== Segment start ==

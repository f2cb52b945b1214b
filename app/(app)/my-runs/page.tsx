import type { Metadata } from 'next';
import Link from 'next/link';
import { redirect } from 'next/navigation';
import { getCalendarToken } from '@/db/queries/calendar-feed';
import { FeedLinks } from '@/components/crew/feed-links';
import { MyLiveRunsSlot } from '@/components/live/my-live-runs-slot';
import { ReplyButtons } from '@/components/crew/reply-buttons';
import { RunCard } from '@/components/crew/run-card';
import { Card } from '@/components/ui/card';
import { currentUser } from '@/lib/current-user';
import { formatInZone } from '@/lib/time-zone';
import { absoluteUrl } from '@/lib/mail/account-mail';
import { loadMyRuns, type MyRunsSession } from '@/lib/invitations/my-runs';

export const metadata: Metadata = { title: 'My runs' };
export const dynamic = 'force-dynamic';

function SessionBlock({ entry, first, viewerId }: { entry: MyRunsSession; first: boolean; viewerId: string }) {
  const s = entry.session;
  const otherDuties = entry.duties.filter((d) => d.duty !== 'driver');
  return (
    <section className="space-y-3" data-testid="my-session" aria-labelledby={`session-${s.id}`}>
      <MyLiveRunsSlot session={s} userId={viewerId} />
      <Card>
        <p className="text-xs font-semibold uppercase tracking-widest text-brass">
          {first ? 'Next session' : 'Later'} · {entry.railwayName}
        </p>
        <h2 id={`session-${s.id}`} className="font-display text-2xl font-bold">{s.title}</h2>
        <p className="text-sm">
          {formatInZone(s.startsAt, s.timeZone)} – {formatInZone(s.endsAt, s.timeZone, { weekday: undefined, day: undefined, month: undefined, year: undefined })}{' '}
          <span className="text-muted">({s.timeZone})</span>
        </p>
        {s.place ? <p className="text-sm text-muted">{s.place}</p> : null}
        <p className="mt-1 text-sm text-muted">
          Fast clock {entry.clock.ratio}:1 from {entry.clock.fastStart} · {entry.runs.length} run{entry.runs.length === 1 ? '' : 's'} for you
        </p>
        {otherDuties.length ? (
          <ul className="mt-2 space-y-1 text-sm" data-testid="my-duties">
            {otherDuties.map((d) => (
              <li key={d.duty} className="rounded-plate bg-brass-soft px-3 py-2 text-brass">
                <span className="font-semibold capitalize">{d.duty}</span>
                {d.note ? `: ${d.note}` : ''}
              </li>
            ))}
          </ul>
        ) : null}
        <div className="mt-4">
          <ReplyButtons invitationId={entry.invitationId} current={entry.reply} />
        </div>
        <div className="mt-4 flex flex-wrap gap-x-4 gap-y-2 text-sm font-semibold">
          {/* Not prefetched: the builder's code is for those who open it, not for every phone that shows My runs. */}
          <Link href={`/railways/${s.railwayId}/sessions/${s.id}`} prefetch={false} className="text-verdigris hover:underline">
            Published timetable
          </Link>
          <Link href={`/my-runs/${s.id}/card`} className="text-verdigris hover:underline">
            Crew card (print)
          </Link>
          <a href={`/api/sessions/${s.id}/calendar.ics`} className="text-verdigris hover:underline">
            Add to calendar (.ics)
          </a>
        </div>
      </Card>
      {entry.runs.length ? (
        <ol className="space-y-3" aria-label={`My runs in ${s.title}`}>
          {entry.runs.map((run, i) => (
            <RunCard key={run.runId} run={run} index={i} viewerId={viewerId} />
          ))}
        </ol>
      ) : (
        <p className="rounded-plate border border-dashed border-line p-4 text-sm text-muted">
          No runs of your own in this timetable{otherDuties.length ? ' — see your duties above.' : ' yet.'}
        </p>
      )}
    </section>
  );
}

export default async function MyRunsPage() {
  const user = await currentUser();
  if (!user) redirect('/sign-in?callbackUrl=%2Fmy-runs');
  const sessions = await loadMyRuns(user.id);
  const token = getCalendarToken(user.id);
  const [next, ...later] = sessions;
  return (
    <div className="mx-auto max-w-2xl space-y-6">
      <div>
        <h1 className="font-display text-2xl font-bold sm:text-3xl">My runs</h1>
        <p className="text-sm text-muted">When, which cab, which train — for every session you are invited to.</p>
      </div>
      {next ? (
        <SessionBlock entry={next} first viewerId={user.id} />
      ) : (
        <Card>
          <p className="text-muted" data-testid="no-sessions">
            No upcoming published session has invited you yet. When a host invites you, it appears here.
          </p>
        </Card>
      )}
      {later.length ? (
        <div className="space-y-6">
          <h2 className="font-display text-lg font-bold">Later sessions</h2>
          {later.map((entry) => (
            <SessionBlock key={entry.session.id} entry={entry} first={false} viewerId={user.id} />
          ))}
        </div>
      ) : null}
      {token ? (
        <Card title="My calendar feed">
          <FeedLinks httpsUrl={absoluteUrl(`/api/calendar/${token}`)} />
        </Card>
      ) : null}
    </div>
  );
}
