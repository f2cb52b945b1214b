import { and, eq } from 'drizzle-orm';
import { describe, expect, it, vi } from 'vitest';
import { getDb } from '@/db';
import { listClockEvents, listReports } from '@/db/queries/live';
import * as t from '@/db/schema';
import type { Member } from '@/lib/auth';
import { AppError } from '@/lib/errors';
import { applyClockAction, clockView, MAX_CLOCK_ACTIONS, readClockNow } from '@/lib/live/clock';
import { CATCH_UP_LIMIT, catchUpFrames, eventFrame, liveSubscriberCount, publishLive, subscribeLive } from '@/lib/live/hub';
import { buildSessionReport, reportCsv } from '@/lib/live/report';
import { makeReport, MAX_REPORTS, runReportHistory } from '@/lib/live/reports';
import { lastEventIdOf, livePoll, liveStream, MAX_STREAMS } from '@/lib/live/stream';
import { applyRepair, assertHost } from '@/lib/live/repair';
import { buildLiveState, liveStateJson } from '@/lib/live/state';
import { insertRuns } from '@/db/queries/runs';
import { getSessionById } from '@/db/queries/session-records';
import { followingSession, sessionWithRuns } from './authz/live';
import { makeSessionWorld, timedSteps } from './authz/sessions';
import { makeWorld } from './world';

// The session world (tests/integration/authz/sessions.ts): a 4:1 fast clock from 06:00; run 0 of
// "Morning stopper" (the world's operator's) leaves at 60 s, run 1 of "Evening goods" (no operator)
// at 65 s. Times are injected (nowMs), never waited for.
const T0 = Date.UTC(2031, 3, 12, 18, 0, 0);
const at = (realS: number) => T0 + realS * 1000;

function setup() {
  const w = makeWorld();
  const s = makeSessionWorld(w);
  const as = (user: Member['user'], role: Member['role']): Member => ({ user, railwayId: w.railway.id, role });
  return { w, s, session: s.session, sid: s.session.id, host: as(w.host, 'host'), planner: as(w.planner, 'planner'), operator: as(w.operator, 'operator') };
}

/** The AppError a call throws (fails the test when it throws nothing or something else). */
function refusal(call: () => unknown): AppError {
  try {
    call();
  } catch (error) {
    if (error instanceof AppError) return error;
    throw error;
  }
  throw new Error('expected a refusal');
}
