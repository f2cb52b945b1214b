import js from '@eslint/js';
import nextPlugin from '@next/eslint-plugin-next';
import reactHooks from 'eslint-plugin-react-hooks';
import globals from 'globals';
import tseslint from 'typescript-eslint';

export default tseslint.config(
  { ignores: ['node_modules/', '.next/', '.next-*/', 'data/', 'drizzle/', 'test-results/', 'playwright-report/', 'next-env.d.ts', '.stryker-tmp/', 'reports/', 'stryker-setup-*.js'] },
  js.configs.recommended,
  ...tseslint.configs.recommended,
  {
    files: ['**/*.{ts,tsx,mts,mjs}'],
    languageOptions: { globals: { ...globals.node, ...globals.browser } },
    plugins: { 'react-hooks': reactHooks, '@next/next': nextPlugin },
    rules: {
      ...reactHooks.configs.recommended.rules,
      ...nextPlugin.configs.recommended.rules,
      ...nextPlugin.configs['core-web-vitals'].rules,
      '@typescript-eslint/no-unused-vars': ['error', { argsIgnorePattern: '^_', varsIgnorePattern: '^_' }],
      // The React Compiler's rules: we do not compile with it, so they advise rather than block.
      'react-hooks/refs': 'warn',
      'react-hooks/set-state-in-effect': 'warn',
      'react-hooks/incompatible-library': 'warn',
    },
  },
  {
    // Server Components render once per request: reading the clock there is intended.
    files: ['app/**/page.tsx', 'app/**/layout.tsx'],
    rules: { 'react-hooks/purity': 'off' },
  },
  {
    // Playwright fixtures call their own `use`, which is not React's.
    files: ['tests/e2e/**/*.ts'],
    rules: { 'react-hooks/rules-of-hooks': 'off' },
  },
  {
    // The planning engine and the control schedule stay pure: no React, no database, no Next.js, no Node built-ins.
    files: ['lib/planning/**/*.ts', 'lib/control/**/*.ts'],
    rules: {
      'no-restricted-imports': [
        'error',
        { patterns: ['react', 'react/*', 'next', 'next/*', 'drizzle-orm', 'drizzle-orm/*', 'better-sqlite3', 'node:*', '@/db', '@/db/*', '@/components/*', '@/app/*'] },
      ],
    },
  },
  {
    // db/ is the ground floor: it imports nothing from lib/, components/ or app/.
    files: ['db/**/*.ts'],
    rules: { 'no-restricted-imports': ['error', { patterns: ['@/lib/*', '@/components/*', '@/app/*'] }] },
  },
  {
    // lib/ holds services, schemas and plumbing; it never reaches up into screens or routes. Server actions
    // live beside the page that uses them in app/ and call lib/'s services (lib/planning has its own, stricter rule above).
    files: ['lib/**/*.{ts,tsx}'],
    ignores: ['lib/planning/**'],
    rules: { 'no-restricted-imports': ['error', { patterns: ['@/components', '@/components/*', '@/app', '@/app/*'] }] },
  },
  {
    // Components never touch the database.
    files: ['components/**/*.{ts,tsx}'],
    rules: { 'no-restricted-imports': ['error', { patterns: ['@/db', '@/db/*', '@/app/**/page', '@/app/**/layout'] }] },
  },
  {
    // The builder, My runs, the crew card and the live pages run in the browser: zod and the plan schemas
    // (over 100 KiB) stay on the server. Types are fine; values come from the zod-free modules
    // (lib/planning/{clock,route,finding,session-clock}, lib/runs/fields, lib/validations/session-constants).
    files: ['components/timetable/**/*.{ts,tsx}', 'components/crew/**/*.{ts,tsx}', 'components/live/**/*.{ts,tsx}', 'components/sessions/**/*.{ts,tsx}'],
    rules: {
      '@typescript-eslint/no-restricted-imports': [
        'error',
        {
          paths: ['zod', '@/lib/planning', '@/lib/runs/schema', '@/lib/validations/session'].map((name) => ({
            name,
            allowTypeImports: true,
            message: 'Browser code here imports values from zod-free modules (see eslint.config.mjs).',
          })),
        },
      ],
    },
  },
);
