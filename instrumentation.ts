export async function register() {
  if (process.env.NEXT_RUNTIME === 'nodejs') {
    const { startServerServices } = await import('./lib/server-start');
    await startServerServices();
  }
}
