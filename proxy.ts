import { NextResponse, type NextRequest } from 'next/server';

// Only a convenience redirect for people who are clearly signed out. Every page, action and
// route handler still checks the session and role itself (lib/auth.ts).
export function proxy(request: NextRequest) {
  const hasSession =
    request.cookies.has('next-auth.session-token') || request.cookies.has('__Secure-next-auth.session-token');
  if (!hasSession) {
    const url = request.nextUrl.clone();
    url.pathname = '/sign-in';
    url.search = `?callbackUrl=${encodeURIComponent(request.nextUrl.pathname + request.nextUrl.search)}`;
    return NextResponse.redirect(url);
  }
  return NextResponse.next();
}

export const config = { matcher: ['/railways/:path*', '/my-runs/:path*', '/my-mail', '/me/:path*'] };
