import { fileURLToPath } from 'node:url';
import { defineConfig } from 'vitest/config';

// Under Stryker (npm run test:mutation, which sets STRYKER_MUTATOR_WORKER in its test runners) the
// tests that start child processes are left out: the children load the source from disk, not the
// mutated copy in memory, so they can kill no mutant and only cost time on a 2-core machine.
const childProcessTests = process.env.STRYKER_MUTATOR_WORKER === undefined ? [] : ['tests/integration/crash-and-concurrency.test.ts', 'tests/integration/backup.test.ts'];

export default defineConfig({
  resolve: {
    tsconfigPaths: true,
    alias: { 'server-only': fileURLToPath(new URL('./tests/stubs/empty.ts', import.meta.url)) },
  },
  test: {
    projects: [
      {
        extends: true,
        test: { name: 'unit', include: ['tests/unit/**/*.test.ts'], environment: 'node' },
      },
      {
        extends: true,
        test: {
          name: 'integration',
          include: ['tests/integration/**/*.test.ts'],
          exclude: ['**/node_modules/**', ...childProcessTests],
          environment: 'node',
          setupFiles: ['tests/integration/setup.ts'],
          pool: 'forks',
          fileParallelism: false,
          testTimeout: 30_000,
          hookTimeout: 60_000,
        },
      },
    ],
  },
});
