import { defineConfig, devices } from '@playwright/test';

const PORT = Number(process.env.E2E_PORT ?? 3210);
const BASE_URL = `http://127.0.0.1:${PORT}`;
const DB = `data/e2e-${PORT}.db`;

export default defineConfig({
  testDir: 'tests/e2e',
  outputDir: `test-results/e2e-${PORT}`,
  fullyParallel: false,
  workers: 1,
  retries: process.env.CI ? 1 : 0,
  // Generous ceilings, not speed targets: the machine is shared and its speed varies threefold, so a
  // test waits for events and these only stop a test that is truly stuck. Speed is measured by the benchmarks.
  timeout: 240_000,
  expect: { timeout: 30_000 },
  reporter: [['list'], ['json', { outputFile: process.env.E2E_JSON ?? 'test-results/e2e-results.json' }]],
  use: {
    baseURL: BASE_URL,
    trace: 'retain-on-failure',
    launchOptions: {
      executablePath: process.env.CHROMIUM_PATH ?? '/usr/bin/chromium',
      args: [
        '--headless',
        '--no-sandbox',
        '--disable-gpu',
        '--disable-quic',
        '--no-first-run',
        '--disable-background-networking',
        '--disable-component-update',
        '--disable-sync',
      ],
    },
  },
  projects: [
    { name: 'laptop', use: { ...devices['Desktop Chrome'], viewport: { width: 1366, height: 800 } } },
  ],
  webServer: {
    // A fresh database with the demo railway, then the production build (`next build` runs first).
    command: `rm -f ${DB} ${DB}-wal ${DB}-shm && npx tsx lib/cli/seed.ts && npx next start -p ${PORT}`,
    url: `${BASE_URL}/api/health`,
    timeout: 300_000,
    reuseExistingServer: false,
    stdout: 'pipe',
    env: {
      DATABASE_URL: DB,
      NEXT_DIST_DIR: process.env.NEXT_DIST_DIR ?? '.next',
      NEXTAUTH_URL: BASE_URL,
      NEXTAUTH_SECRET: 'e2e-secret-not-for-production-0123456789',
      LOCAL_SMTP_PORT: String(PORT + 1),
      FISHPLATE_DEMO: '1',
      NEXT_TELEMETRY_DISABLED: '1',
    },
  },
});
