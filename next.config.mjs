// Pages get their Content-Security-Policy from proxy.ts, with a fresh script nonce per request.
// Route handlers answer data, not pages: this strict policy, except where a handler sets its own
// (the track-plan image keeps `default-src 'none'`, which a rule here would replace).
const apiContentSecurityPolicy = [
  "default-src 'self'",
  "script-src 'none'",
  "frame-ancestors 'none'",
  "base-uri 'none'",
  "form-action 'none'",
  "object-src 'none'",
].join('; ');

/** @type {import('next').NextConfig} */
const nextConfig = {
  // Lets parallel work (or a second checkout) build without sharing one .next folder.
  distDir: process.env.NEXT_DIST_DIR ?? '.next',
  poweredByHeader: false,
  serverExternalPackages: ['better-sqlite3', 'smtp-server', 'mailparser', 'nodemailer'],
  async headers() {
    return [
      {
        source: '/api/:path((?!layouts/[^/]+/track-plan$).*)',
        headers: [{ key: 'Content-Security-Policy', value: apiContentSecurityPolicy }],
      },
      {
        source: '/:path*',
        headers: [
          { key: 'Referrer-Policy', value: 'strict-origin-when-cross-origin' },
          { key: 'X-Content-Type-Options', value: 'nosniff' },
          { key: 'X-Frame-Options', value: 'DENY' },
          { key: 'Permissions-Policy', value: 'camera=(), microphone=(), geolocation=()' },
        ],
      },
    ];
  },
};

export default nextConfig;
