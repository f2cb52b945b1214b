'use client';

import { useActionState, useId, useMemo, useState, type ReactNode } from 'react';
import { Button } from '@/components/ui/button';
import { inputClass } from '@/components/ui/field';
import { BOARD_KINDS, BOARDS, findPin, type BoardKind, type BoardPin } from '@/lib/control/boards';
import { DEFAULT_TIMING, wiringSheetSchema, type BlockWiring, type BoardWiring, type CabWiring, type ControlTiming, type WiringSheet } from '@/lib/control/wiring';
import type { ActionState } from '@/lib/errors';

type Named = { id: string; name: string };
type Errors = Map<string, string>;

const MAX_BOARDS = 8;
const selectClass = `${inputClass} py-1.5`;

/** The sheet's pins by their canonical names ("PD6", "GPIO18"), however they were typed. */
function normalise(sheet: WiringSheet): WiringSheet {
  const kindOf = new Map(sheet.boards.map((b) => [b.id, b.kind]));
  const pin = (boardId: string, name: string) => {
    const kind = kindOf.get(boardId);
    return kind ? (findPin(kind, name)?.name ?? name) : name;
  };
  return {
    ...sheet,
    boards: sheet.boards.map((b) => ({ ...b, emergencyStopPin: pin(b.id, b.emergencyStopPin), startPin: b.startPin === null ? null : pin(b.id, b.startPin) })),
    cabs: sheet.cabs.map((c) => ({ ...c, forwardPin: pin(c.boardId, c.forwardPin), reversePin: pin(c.boardId, c.reversePin), pwmPin: pin(c.boardId, c.pwmPin) })),
    blocks: sheet.blocks.map((b) => ({
      ...b,
      feeds: b.feeds.map((f) => ({ ...f, pin: pin(b.boardId, f.pin) })),
      polarityPin: b.polarityPin === null ? null : pin(b.boardId, b.polarityPin),
    })),
  };
}

const freePins = (kind: BoardKind) => BOARDS[kind].pins.filter((p) => !p.serial);

function newBoard(existing: BoardWiring[]): BoardWiring {
  let n = existing.length + 1;
  while (existing.some((b) => b.id === `board-${n}`)) n += 1;
  const taken = new Set(existing.filter((b) => b.kind === 'atmega328p').map((b) => b.emergencyStopPin));
  const stop = freePins('atmega328p').find((p) => !p.pwm && !taken.has(p.name))!;
  return { id: `board-${n}`, kind: 'atmega328p', name: `Board ${n}`, emergencyStopPin: stop.name, startPin: null };
}
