import type { Config } from 'tailwindcss';

/**
 * Fishplate's palette: a verdigris green for actions, brass for highlights, warm paper and iron ink.
 * Colours are CSS variables (set in app/globals.css) so light and dark share one set of names.
 */
const config: Config = {
  content: ['./app/**/*.{ts,tsx}', './components/**/*.{ts,tsx}'],
  darkMode: 'media',
  theme: {
    extend: {
      colors: {
        paper: 'var(--paper)',
        surface: 'var(--surface)',
        sunken: 'var(--sunken)',
        ink: 'var(--ink)',
        muted: 'var(--muted)',
        line: 'var(--line)',
        verdigris: { DEFAULT: 'var(--verdigris)', strong: 'var(--verdigris-strong)', soft: 'var(--verdigris-soft)' },
        brass: { DEFAULT: 'var(--brass)', soft: 'var(--brass-soft)' },
        signal: { DEFAULT: 'var(--signal)', soft: 'var(--signal-soft)' },
        amber: { DEFAULT: 'var(--amber)', soft: 'var(--amber-soft)' },
      },
      fontFamily: {
        sans: ['var(--font-body)', 'system-ui', 'sans-serif'],
        display: ['var(--font-display)', 'var(--font-body)', 'system-ui', 'sans-serif'],
      },
      borderRadius: { plate: '0.625rem' },
    },
  },
};

export default config;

== Segment end ==

• Problem requirements: Look through the data above. Copy every line with the string "patterns" in it.

• Output of the task:
        { patterns: ['react', 'react/*', 'next', 'next/*', 'drizzle-orm', 'drizzle-orm/*', 'better-sqlite3', 'node:*', '@/db', '@/db/*', '@/components/*', '@/app/*'] },
    rules: { 'no-restricted-imports': ['error', { patterns: ['@/lib/*', '@/components/*', '@/app/*'] }] },
    rules: { 'no-restricted-imports': ['error', { patterns: ['@/components', '@/components/*', '@/app', '@/app/*'] }] },
    rules: { 'no-restricted-imports': ['error', { patterns: ['@/db', '@/db/*', '@/app/**/page', '@/app/**/layout'] }] },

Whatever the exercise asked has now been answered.